### [REQUIRED WORK]
Look through the records below, and copy out every line that holds the string "rectangular".

(Dataset entries)
····················

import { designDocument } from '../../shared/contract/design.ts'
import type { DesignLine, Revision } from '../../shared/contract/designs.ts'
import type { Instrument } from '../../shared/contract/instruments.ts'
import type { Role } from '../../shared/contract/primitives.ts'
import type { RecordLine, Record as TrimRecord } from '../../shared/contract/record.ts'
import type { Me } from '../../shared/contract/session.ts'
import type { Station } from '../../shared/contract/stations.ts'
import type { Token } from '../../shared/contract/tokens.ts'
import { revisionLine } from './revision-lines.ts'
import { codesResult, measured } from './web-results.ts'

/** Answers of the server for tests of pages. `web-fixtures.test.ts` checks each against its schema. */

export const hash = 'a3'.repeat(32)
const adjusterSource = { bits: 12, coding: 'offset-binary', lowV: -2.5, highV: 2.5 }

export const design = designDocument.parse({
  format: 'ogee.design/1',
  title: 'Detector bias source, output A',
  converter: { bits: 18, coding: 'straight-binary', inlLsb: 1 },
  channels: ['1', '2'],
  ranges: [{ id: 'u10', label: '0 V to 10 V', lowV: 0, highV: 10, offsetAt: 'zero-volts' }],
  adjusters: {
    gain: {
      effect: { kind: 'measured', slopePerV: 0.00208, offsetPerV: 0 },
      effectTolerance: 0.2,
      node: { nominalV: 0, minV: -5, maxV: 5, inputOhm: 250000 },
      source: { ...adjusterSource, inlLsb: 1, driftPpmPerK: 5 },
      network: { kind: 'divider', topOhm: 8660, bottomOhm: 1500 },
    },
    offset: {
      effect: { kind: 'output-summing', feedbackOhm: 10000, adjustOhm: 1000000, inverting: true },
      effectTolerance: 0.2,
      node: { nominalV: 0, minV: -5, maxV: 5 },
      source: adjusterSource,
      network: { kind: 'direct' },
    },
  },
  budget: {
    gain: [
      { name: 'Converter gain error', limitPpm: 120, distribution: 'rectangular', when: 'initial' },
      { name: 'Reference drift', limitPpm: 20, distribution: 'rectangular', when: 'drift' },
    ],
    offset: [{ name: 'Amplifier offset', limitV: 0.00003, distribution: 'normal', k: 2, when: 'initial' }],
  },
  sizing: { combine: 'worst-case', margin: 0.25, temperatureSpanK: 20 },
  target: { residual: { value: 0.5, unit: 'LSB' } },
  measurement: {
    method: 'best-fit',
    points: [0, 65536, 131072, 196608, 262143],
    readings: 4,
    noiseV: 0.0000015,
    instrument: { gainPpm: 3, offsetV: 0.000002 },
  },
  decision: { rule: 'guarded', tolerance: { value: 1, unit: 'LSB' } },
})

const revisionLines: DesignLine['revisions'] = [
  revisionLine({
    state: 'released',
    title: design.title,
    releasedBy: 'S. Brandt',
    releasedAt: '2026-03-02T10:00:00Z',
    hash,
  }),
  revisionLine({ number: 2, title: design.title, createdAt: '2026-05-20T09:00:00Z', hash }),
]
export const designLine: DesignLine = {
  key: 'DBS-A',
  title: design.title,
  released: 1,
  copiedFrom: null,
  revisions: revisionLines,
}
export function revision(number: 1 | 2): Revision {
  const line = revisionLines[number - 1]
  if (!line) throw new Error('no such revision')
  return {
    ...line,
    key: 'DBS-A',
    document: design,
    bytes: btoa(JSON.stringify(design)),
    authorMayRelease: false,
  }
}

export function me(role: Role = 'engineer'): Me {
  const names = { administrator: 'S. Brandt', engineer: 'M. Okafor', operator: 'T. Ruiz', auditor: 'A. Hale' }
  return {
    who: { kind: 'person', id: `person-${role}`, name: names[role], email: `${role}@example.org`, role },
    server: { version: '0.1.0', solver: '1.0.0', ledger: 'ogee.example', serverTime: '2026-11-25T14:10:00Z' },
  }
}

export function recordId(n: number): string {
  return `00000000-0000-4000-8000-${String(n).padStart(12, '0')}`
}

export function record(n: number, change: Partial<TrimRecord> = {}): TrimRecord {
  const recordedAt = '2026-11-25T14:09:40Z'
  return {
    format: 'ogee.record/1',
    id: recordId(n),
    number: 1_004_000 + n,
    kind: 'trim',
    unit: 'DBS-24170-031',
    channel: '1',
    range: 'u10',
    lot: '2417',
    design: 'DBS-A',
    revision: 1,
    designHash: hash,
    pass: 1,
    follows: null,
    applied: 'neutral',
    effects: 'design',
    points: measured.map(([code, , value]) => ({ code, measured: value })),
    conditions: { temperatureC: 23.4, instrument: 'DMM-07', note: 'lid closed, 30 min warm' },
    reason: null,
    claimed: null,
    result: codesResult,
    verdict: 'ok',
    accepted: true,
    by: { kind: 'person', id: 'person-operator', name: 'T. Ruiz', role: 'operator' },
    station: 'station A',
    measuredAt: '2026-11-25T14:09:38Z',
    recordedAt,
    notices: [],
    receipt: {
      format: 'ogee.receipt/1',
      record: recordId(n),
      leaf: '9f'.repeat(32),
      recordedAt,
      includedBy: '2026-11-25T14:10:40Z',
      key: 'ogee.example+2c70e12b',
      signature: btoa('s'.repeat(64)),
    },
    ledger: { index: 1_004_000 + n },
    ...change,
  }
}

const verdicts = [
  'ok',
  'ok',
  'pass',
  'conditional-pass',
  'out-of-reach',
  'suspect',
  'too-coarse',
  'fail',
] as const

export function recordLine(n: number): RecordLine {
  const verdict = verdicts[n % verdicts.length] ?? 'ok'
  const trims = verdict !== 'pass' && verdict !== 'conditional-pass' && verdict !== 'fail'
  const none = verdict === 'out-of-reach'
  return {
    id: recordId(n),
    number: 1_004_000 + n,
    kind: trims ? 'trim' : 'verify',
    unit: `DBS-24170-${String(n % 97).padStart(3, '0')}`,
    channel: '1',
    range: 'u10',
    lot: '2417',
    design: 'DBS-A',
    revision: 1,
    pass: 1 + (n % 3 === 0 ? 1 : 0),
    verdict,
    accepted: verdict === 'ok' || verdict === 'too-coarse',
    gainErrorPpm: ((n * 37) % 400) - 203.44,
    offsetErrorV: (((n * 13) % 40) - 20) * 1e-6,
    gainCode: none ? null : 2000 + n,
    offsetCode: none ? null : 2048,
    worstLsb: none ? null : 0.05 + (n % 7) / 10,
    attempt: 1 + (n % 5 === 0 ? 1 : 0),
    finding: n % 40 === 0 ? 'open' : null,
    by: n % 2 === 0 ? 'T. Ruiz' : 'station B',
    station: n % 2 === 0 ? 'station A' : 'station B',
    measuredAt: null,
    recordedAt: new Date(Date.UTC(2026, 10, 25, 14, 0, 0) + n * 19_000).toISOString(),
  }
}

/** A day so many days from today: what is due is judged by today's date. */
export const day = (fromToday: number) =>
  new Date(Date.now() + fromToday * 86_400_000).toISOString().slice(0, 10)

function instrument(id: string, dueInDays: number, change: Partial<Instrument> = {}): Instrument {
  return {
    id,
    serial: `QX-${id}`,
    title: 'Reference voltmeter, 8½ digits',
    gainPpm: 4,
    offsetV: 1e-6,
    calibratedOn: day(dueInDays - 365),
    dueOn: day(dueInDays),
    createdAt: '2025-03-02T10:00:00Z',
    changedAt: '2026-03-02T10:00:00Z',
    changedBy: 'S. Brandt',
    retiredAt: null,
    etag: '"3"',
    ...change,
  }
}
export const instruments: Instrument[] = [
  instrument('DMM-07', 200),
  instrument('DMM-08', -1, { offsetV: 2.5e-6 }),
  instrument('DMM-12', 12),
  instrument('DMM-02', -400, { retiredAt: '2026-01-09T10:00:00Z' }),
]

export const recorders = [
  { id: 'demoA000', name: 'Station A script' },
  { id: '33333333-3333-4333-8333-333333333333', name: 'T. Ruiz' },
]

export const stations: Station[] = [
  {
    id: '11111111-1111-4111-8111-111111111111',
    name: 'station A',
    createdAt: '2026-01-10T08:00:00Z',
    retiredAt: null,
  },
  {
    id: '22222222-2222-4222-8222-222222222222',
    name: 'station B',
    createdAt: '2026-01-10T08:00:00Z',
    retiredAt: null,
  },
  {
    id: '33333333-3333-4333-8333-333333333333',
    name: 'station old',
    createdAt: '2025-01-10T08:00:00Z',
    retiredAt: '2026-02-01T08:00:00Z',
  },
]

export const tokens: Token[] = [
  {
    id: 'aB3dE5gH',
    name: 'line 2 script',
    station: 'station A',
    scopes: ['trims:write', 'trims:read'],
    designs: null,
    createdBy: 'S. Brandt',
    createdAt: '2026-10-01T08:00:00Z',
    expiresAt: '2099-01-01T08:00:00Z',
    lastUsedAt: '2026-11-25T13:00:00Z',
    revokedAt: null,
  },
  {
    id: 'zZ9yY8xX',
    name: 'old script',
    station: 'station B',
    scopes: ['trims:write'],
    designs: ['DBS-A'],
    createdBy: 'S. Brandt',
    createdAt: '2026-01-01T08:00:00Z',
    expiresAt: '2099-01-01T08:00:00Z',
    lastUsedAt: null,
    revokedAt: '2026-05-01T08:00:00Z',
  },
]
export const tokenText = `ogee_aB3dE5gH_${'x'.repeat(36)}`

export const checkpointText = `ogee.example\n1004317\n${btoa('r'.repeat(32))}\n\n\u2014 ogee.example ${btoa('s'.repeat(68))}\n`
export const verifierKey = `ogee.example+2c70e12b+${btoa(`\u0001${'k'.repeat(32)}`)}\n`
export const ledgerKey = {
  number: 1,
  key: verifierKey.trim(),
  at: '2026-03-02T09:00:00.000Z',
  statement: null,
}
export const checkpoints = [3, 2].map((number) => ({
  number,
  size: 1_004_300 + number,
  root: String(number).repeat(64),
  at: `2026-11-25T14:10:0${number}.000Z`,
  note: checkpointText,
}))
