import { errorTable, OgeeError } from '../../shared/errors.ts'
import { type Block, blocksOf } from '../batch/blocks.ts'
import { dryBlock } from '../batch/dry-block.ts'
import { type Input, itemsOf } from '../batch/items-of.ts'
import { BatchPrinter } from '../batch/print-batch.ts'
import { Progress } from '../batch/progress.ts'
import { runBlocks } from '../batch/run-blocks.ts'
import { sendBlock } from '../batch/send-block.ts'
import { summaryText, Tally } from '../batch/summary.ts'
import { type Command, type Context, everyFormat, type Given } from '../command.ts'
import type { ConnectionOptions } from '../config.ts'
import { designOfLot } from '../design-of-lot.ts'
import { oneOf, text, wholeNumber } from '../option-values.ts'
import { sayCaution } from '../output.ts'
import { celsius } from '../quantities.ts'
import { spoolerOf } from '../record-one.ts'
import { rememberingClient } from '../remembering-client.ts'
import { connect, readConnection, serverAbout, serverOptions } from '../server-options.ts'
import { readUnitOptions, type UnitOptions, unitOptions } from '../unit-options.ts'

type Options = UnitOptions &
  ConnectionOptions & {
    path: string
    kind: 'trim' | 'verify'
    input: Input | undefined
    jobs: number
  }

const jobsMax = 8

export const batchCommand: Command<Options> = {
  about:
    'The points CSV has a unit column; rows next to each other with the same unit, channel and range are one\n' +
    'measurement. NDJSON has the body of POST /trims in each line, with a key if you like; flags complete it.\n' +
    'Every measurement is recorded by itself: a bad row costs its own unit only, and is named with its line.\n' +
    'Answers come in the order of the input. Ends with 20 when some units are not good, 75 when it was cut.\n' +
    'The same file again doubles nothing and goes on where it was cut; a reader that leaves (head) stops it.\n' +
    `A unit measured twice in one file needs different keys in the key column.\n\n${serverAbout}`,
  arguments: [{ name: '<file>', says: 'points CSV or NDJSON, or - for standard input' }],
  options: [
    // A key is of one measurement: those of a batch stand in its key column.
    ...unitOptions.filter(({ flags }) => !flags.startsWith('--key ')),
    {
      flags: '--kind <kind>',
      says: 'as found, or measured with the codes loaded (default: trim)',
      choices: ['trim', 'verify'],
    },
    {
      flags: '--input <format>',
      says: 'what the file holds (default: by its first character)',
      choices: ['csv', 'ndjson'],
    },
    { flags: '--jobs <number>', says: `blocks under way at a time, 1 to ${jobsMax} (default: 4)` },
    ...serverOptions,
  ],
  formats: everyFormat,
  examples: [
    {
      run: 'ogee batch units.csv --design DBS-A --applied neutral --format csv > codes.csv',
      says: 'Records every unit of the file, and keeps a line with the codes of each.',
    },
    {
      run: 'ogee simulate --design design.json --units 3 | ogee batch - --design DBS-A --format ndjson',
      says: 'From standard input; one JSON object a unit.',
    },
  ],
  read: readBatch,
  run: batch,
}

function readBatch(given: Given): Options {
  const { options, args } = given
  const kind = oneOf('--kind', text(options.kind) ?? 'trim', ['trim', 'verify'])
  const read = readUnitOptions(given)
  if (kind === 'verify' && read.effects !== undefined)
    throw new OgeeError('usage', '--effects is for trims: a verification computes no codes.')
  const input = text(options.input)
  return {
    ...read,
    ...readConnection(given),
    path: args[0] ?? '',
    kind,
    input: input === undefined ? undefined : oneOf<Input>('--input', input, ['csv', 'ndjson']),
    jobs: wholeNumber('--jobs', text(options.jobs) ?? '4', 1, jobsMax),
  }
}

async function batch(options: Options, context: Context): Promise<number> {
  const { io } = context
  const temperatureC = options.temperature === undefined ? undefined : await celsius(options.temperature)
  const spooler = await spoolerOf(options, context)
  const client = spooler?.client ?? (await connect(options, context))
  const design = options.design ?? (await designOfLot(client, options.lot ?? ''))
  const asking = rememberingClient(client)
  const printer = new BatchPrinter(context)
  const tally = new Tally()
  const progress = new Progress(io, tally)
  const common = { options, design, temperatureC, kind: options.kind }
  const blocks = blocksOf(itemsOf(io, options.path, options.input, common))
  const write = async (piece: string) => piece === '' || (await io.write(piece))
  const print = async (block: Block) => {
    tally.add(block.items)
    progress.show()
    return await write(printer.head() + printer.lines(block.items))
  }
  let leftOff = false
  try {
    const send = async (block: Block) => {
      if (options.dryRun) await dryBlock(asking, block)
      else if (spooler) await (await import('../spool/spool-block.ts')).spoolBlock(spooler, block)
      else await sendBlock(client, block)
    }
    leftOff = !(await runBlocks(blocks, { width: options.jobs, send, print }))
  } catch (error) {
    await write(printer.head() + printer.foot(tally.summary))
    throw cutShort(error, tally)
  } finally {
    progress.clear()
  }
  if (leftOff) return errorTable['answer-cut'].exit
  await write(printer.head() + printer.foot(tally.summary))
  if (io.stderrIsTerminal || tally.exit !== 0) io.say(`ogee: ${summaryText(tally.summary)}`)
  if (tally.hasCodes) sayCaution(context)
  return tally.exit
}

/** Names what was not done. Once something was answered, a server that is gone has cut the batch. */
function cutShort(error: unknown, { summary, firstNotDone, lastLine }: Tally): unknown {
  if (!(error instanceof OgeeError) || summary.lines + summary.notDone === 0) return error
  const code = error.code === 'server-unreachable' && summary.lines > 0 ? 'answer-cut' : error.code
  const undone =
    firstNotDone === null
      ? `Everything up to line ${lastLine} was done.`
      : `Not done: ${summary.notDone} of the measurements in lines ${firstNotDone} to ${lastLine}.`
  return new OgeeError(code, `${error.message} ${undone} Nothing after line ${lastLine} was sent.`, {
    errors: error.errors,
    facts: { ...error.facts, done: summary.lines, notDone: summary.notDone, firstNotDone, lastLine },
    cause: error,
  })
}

····················

### [OUTPUT BELOW]
      { name: 'Converter gain error', limitPpm: 120, distribution: 'rectangular', when: 'initial' },
      { name: 'Reference drift', limitPpm: 20, distribution: 'rectangular', when: 'drift' },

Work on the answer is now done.